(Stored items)
########

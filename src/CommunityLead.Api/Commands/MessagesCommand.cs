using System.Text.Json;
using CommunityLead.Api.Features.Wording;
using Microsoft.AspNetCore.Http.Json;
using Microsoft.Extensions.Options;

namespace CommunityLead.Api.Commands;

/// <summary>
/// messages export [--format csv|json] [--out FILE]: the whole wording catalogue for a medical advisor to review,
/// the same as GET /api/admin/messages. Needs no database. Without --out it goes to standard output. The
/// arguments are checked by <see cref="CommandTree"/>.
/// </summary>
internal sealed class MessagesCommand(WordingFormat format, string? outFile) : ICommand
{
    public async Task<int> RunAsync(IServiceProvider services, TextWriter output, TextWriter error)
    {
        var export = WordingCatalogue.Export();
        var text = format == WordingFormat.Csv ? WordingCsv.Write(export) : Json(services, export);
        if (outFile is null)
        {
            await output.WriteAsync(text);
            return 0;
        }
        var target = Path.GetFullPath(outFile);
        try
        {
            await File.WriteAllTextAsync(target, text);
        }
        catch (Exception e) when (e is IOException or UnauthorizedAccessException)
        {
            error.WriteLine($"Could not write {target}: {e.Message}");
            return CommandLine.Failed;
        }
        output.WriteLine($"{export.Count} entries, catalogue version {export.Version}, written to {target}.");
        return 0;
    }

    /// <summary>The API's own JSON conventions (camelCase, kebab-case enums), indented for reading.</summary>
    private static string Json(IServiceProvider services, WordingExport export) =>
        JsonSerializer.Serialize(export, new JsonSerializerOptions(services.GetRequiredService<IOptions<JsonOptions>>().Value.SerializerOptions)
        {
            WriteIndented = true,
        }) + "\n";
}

########

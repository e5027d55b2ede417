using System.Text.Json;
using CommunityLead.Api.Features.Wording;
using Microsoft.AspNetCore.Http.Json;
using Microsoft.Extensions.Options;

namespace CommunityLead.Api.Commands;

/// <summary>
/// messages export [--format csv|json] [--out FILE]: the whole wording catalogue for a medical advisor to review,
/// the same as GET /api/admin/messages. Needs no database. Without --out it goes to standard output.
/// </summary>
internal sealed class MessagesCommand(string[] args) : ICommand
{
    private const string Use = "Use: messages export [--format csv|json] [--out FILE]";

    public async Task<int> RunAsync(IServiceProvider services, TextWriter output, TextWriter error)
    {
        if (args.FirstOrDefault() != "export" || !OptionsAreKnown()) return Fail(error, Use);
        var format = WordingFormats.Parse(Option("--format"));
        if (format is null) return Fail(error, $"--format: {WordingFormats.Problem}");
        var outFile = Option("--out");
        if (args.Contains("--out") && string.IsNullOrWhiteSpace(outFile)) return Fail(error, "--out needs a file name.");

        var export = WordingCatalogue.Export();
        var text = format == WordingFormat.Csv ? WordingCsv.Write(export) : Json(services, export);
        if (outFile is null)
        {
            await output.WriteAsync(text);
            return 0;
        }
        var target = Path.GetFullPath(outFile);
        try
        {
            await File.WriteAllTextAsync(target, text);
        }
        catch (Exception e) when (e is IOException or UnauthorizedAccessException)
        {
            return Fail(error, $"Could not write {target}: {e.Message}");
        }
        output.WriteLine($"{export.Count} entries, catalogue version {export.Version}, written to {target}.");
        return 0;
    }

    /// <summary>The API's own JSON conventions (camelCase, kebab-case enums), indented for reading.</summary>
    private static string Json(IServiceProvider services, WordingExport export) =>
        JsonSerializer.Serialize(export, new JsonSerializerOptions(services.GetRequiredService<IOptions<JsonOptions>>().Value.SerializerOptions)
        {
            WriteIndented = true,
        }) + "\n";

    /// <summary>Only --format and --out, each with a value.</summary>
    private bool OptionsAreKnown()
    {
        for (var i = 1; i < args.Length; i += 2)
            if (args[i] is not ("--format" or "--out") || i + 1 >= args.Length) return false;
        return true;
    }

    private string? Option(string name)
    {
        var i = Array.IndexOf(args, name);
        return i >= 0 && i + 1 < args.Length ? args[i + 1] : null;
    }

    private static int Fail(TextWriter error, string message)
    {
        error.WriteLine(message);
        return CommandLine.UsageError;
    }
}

########

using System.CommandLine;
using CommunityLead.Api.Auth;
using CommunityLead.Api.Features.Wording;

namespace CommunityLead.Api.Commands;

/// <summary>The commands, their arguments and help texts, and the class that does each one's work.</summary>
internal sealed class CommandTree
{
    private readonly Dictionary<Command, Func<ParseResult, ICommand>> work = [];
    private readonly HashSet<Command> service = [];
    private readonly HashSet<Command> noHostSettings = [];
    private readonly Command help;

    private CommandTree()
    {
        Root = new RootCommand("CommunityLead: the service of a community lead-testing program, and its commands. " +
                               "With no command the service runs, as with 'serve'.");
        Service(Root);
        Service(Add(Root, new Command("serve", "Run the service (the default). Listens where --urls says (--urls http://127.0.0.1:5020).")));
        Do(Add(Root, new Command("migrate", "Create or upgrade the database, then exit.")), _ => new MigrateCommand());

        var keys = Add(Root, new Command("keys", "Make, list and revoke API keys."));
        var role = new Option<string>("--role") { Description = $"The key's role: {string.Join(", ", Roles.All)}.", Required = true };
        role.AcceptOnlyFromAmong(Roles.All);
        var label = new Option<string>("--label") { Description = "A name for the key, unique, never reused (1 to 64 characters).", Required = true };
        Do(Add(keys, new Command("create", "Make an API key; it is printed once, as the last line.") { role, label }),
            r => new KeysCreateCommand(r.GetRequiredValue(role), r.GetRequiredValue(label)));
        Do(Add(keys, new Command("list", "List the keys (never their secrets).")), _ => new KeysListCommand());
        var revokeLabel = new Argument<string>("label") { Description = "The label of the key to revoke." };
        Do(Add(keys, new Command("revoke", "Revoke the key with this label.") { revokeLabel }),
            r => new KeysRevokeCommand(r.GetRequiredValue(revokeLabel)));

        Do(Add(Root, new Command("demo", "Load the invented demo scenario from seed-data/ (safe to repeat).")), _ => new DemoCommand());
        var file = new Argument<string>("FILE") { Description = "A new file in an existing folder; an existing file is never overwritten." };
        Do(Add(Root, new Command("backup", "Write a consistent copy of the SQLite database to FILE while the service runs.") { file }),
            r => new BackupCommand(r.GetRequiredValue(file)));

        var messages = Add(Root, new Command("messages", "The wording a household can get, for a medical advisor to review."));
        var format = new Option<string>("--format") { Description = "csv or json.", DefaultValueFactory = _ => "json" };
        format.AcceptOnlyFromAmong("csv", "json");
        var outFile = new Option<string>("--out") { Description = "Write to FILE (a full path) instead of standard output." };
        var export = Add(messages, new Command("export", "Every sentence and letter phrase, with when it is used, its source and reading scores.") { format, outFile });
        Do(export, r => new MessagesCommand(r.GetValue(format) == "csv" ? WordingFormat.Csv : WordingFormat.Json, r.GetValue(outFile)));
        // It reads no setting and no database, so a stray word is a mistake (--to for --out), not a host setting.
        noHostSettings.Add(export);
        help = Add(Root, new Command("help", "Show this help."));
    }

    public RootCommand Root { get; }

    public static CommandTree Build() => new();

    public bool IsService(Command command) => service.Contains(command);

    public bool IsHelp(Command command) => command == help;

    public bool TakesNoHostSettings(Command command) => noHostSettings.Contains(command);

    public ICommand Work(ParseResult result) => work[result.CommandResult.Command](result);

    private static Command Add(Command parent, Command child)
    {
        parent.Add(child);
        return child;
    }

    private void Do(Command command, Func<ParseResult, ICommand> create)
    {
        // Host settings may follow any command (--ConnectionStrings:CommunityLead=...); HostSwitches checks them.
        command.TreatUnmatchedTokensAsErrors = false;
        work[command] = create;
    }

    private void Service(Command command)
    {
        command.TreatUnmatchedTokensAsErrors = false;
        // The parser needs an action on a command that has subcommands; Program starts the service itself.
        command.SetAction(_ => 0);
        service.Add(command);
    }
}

########

• _TASK BRIEF_:
Scan the entries for the word "standard". Report each line that has it.

• _WRITTEN RESPONSE_:
/// the same as GET /api/admin/messages. Needs no database. Without --out it goes to standard output. The
/// the same as GET /api/admin/messages. Needs no database. Without --out it goes to standard output.
        var outFile = new Option<string>("--out") { Description = "Write to FILE (a full path) instead of standard output." };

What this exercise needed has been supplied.